I draw (pencil art), and write music and, occasionaly if the mood hits me right, poetry and stories.

I chase storms (tornados) and really enjoy that - it's a great way to experience the fury of nature. I have hail damage all over my car.

I juggle balls (don't go there....well, maybe go there....okay go there, but only my own....) and other things like bowling ball pins, etc. That's a great way to learn concentration.

I work out - lifting and bike riding and martial arts.

I also like botany and (I know it's strange) raise carnivorous plants (pitcher plants, mostly). I like plants because if you take care of them, they take care of you - they can make you very happy and relaxed.

I enjoy psychology 'cause the whole world is nuts and I like finding out why.

I have found a hobby depersonalizing myself now and then.

I also enjoy drinking Pina Coladas and getting caught in the rain (or is that drinking Guiness and passing out on the street corner - I always get those mixed up).


----------



## Martinelv (Aug 10, 2004)

You chase Tornados? Oh god, you lucky bastard. I've always wanted to see a tornado...it's been on my wish list since I was a kid. I'm in awe of nature at her most spectacular.

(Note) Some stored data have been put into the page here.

def test_study_page_numbers_are_the_files_numbers(study_dir):
    report = study_dir / "report"
    files = {}
    cells = _study_cells(report)
    assert len(cells) > 50
    for file, row, key, text in cells:
        if file not in files:
            files[file] = json.loads((report / file).read_text())
        want = lookup(files[file], row).get(key)
        if isinstance(want, float):
            assert abs(float(text) - want) <= 5e-4 + 1e-12, (file, row, key, text)
        elif want is None:
            assert text == "-"
        else:
            assert text == str(want)


@needs_chromium
def test_study_page_renders_in_headless_chromium(study_dir, tmp_path):
    checks = render_checks(study_dir / "report" / "index.html", tmp_path)
    assert checks["errors"] == []
    assert checks["images"] == 2 and checks["decoded"] == 2
    assert checks["links"] and all(ok for _, ok in checks["links"])


def test_study_command_baseline_and_json(study_dir):
    # Last of the study tests: it writes the module's study report again with another baseline.
    from synth.commands.study import plan_rows, run_study_command
    from synth.errors import ParameterError

    manifest = study_dir.parent / "study.toml"
    with pytest.raises(ParameterError, match="--baseline"):
        run_study_command(manifest, study_dir, workers=1, baseline="optical")
    summary = run_study_command(manifest, study_dir, workers=1, baseline="dis-fast")
    assert summary["format"] == "synth-study-summary" and summary["schema_version"] == 1
    assert summary["ran"] == 0 and summary["baseline"] == "dis-fast"
    assert [(r["setting"], r["method"]) for r in summary["differences"]["compare"]] == [
        ("gap=2", "average"), ("gap=2", "obmc"), ("gap=4", "average"), ("gap=4", "obmc")
    ]  # fmt: skip
    assert json.loads((study_dir / "report" / "differences.json").read_text())["baseline"] == "dis-fast"
    json.loads(json.dumps(summary, allow_nan=False))
    assert plan_rows(manifest, study_dir)["format"] == "synth-study-plan"


def test_page_style_palette_contents_and_cells(tmp_path):
    import numpy as np
    from PIL import Image

    from synth.evaluation.page_style import OKABE_ITO, Contents, ImageFolder, method_styles, number_cell

    # The eight colours of Okabe & Ito (2008), as RGB 0-255: black (0,0,0), orange (230,159,0),
    # sky blue (86,180,233), bluish green (0,158,115), yellow (240,228,66), blue (0,114,178),
    # vermillion (213,94,0), reddish purple (204,121,167) (from memory).
    rgb = {tuple(int(c[i : i + 2], 16) for i in (1, 3, 5)) for c in OKABE_ITO}
    assert rgb == {(0, 0, 0), (230, 159, 0), (86, 180, 233), (0, 158, 115), (240, 228, 66), (0, 114, 178),
                   (213, 94, 0), (204, 121, 167)}  # fmt: skip
    styles = method_styles([f"m{i}" for i in range(9)])
    assert styles["m8"]["color"] == styles["m0"]["color"] and styles["m8"]["linestyle"] != styles["m0"]["linestyle"]
    c = Contents()
    assert c.heading("Overview", 2) == '<h2 id="overview">Overview</h2>' and c.add("Overview", 3) == "overview-2"
    c.add("Run", 2)
    nav = c.html()
    assert nav.count("<ol>") == 2 and nav.count("</ol>") == 2 and nav.count("<li>") == nav.count("</li>") == 3
    assert number_cell(-0.126, src="a.b", signed=True) == '<td data-src="a.b">-0.13</td>'
    assert number_cell(None, src="x") == '<td data-src="x">n/a</td>'
    images = ImageFolder(tmp_path)
    tag = images.picture(np.full((6, 8), 128, np.uint8), "p.png", "grey")
    assert 'src="img/p.png"' in tag and 'loading="lazy"' in tag and 'width="8" height="6"' in tag
    with Image.open(tmp_path / "img" / "p.png") as im:
        assert im.size == (8, 6) and im.getpixel((3, 3)) == 128
    with pytest.raises(ValueError, match="written twice"):
        images.picture(np.zeros((2, 2), np.uint8), "p.png", "again")


def test_largest_difference_window_finds_the_spot_by_brute_force():
    import numpy as np

    from synth.evaluation.plots import largest_difference_window

    # Against a direct sum over every window position (independent slow reference).
    rng = np.random.default_rng(5)
    d = rng.normal(0, 1, (30, 41))
    d[20:24, 5:9] += 25.0
    y, x = largest_difference_window(d, 8)
    sums = {(i, j): np.abs(d[i : i + 8, j : j + 8]).sum() for i in range(23) for j in range(34)}
    assert (y, x) == max(sums, key=sums.get)
    assert y <= 20 and y + 8 >= 24 and x <= 5 and x + 8 >= 9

Luckily for me, my fabulous little island has the most tornados per square mile of any country on earth. Unluckily however, these tornados are just about powerful enough to rustle a few leaves on the vicars driveway and cause the neighbourhood busy bodies to peer out of their curtains. A garden gnome got knocked over by one of our mega twisters the other week. :evil:


----------



## sebastian (Aug 11, 2004)

Wow...you all seem so active and involved. I like, umm, drinking, and umm, listening to music...  I need some hobbies.


----------



## mcsiegs (Apr 27, 2005)

Shy Tiger - great topic.

Here are my hobbies/passions:

1.	I love playing guitar. I have been playing for almost 20 years now (I am 29 years old). I have been in several bands.
2.	I like to run. My ultimate goal is to be able to run a half-marathon.
3.	I love landscaping/lawn work. I live on a quarter acre of property (not big, but not tiny), so I get to work outside a lot.
4.	Music. Jazz, blues, hard rock.
5.	Computer programming ? I graduated college with a math degree and picked up all the computer languages I know in the workplace. So, learning new languages and technologies is a huge passion of mine.
6.	Travel ? I lived in Wales for a year and loved it. I have been in many places in Europe and North America. I would love to get to Australia next.
7.	Red Wine
8.	Spending time with my girlfriend (this should have been number one). I love her to death and will marry her. She is my best friend.
9.	Grilling ? yep, all American boy. I love to cook on the grill.


----------



## Kelson12 (Aug 10, 2004)

Good thread:

I love....

Rap music (music and the culture)
Working out (lifting weights, running, riding the bike)
Basketball (playing and watching it on TV/in person)
Ohio State football
Track & Field
Weather (I wanted to be a meteorologist for the longest time, but not many colleges offered it, so I never pursued it, though I wish I would have, cause my job now is boring as hell!)
Sleeping (I just love sleeping in general)


----------



## Guest (Jun 3, 2005)

Music-more specifically Rap & the Hip Hop culture, but I like other music as well ( just started working on an album  ) 
Beautiful Females
Basketball ( watching and playing) 
Writing ( more specifically songs)
Working Out ( lifting weights & all of that)


----------



## Guest (Jun 3, 2005)

Top Ten

1) Drawing, Painting, Visual Art things...
2) Writing and Reading
3) Listening to Music (especially rock, rap and classical)
4) Learning something new and cool about science or math or physics or philosophy or whatever
5) Kicking it, talking to people esp. in art galleries, friends' homes, sometimes the internet
6) Watching Movies, Fox Sunday Night, Comedy Central, late nite MTV2 and VH1 and Ohio St. Football + basketball, da Browns and da Bengals, Conan O' Brien
7) Playing basketball and lifting weights (just got back into it), the occasional jog, hiking in Ohio's great state parks
8) Wistfully admiring attractive women
9) A good night's sleep and a good night's dreams and a good morning and spiritual mysticism and general emo stuff
10) Biting my nails or better yet chewing gum

That's really about it. Life has been really good to me.

Excellent thread.


----------



## Kelson12 (Aug 10, 2004)

SoulBrotha said:


> Music-more specifically Rap & the Hip Hop culture, but I like other music as well ( just started working on an album  )
> Beautiful Females
> Basketball ( watching and playing)
> Writing ( more specifically songs)
> Working Out ( lifting weights & all of that)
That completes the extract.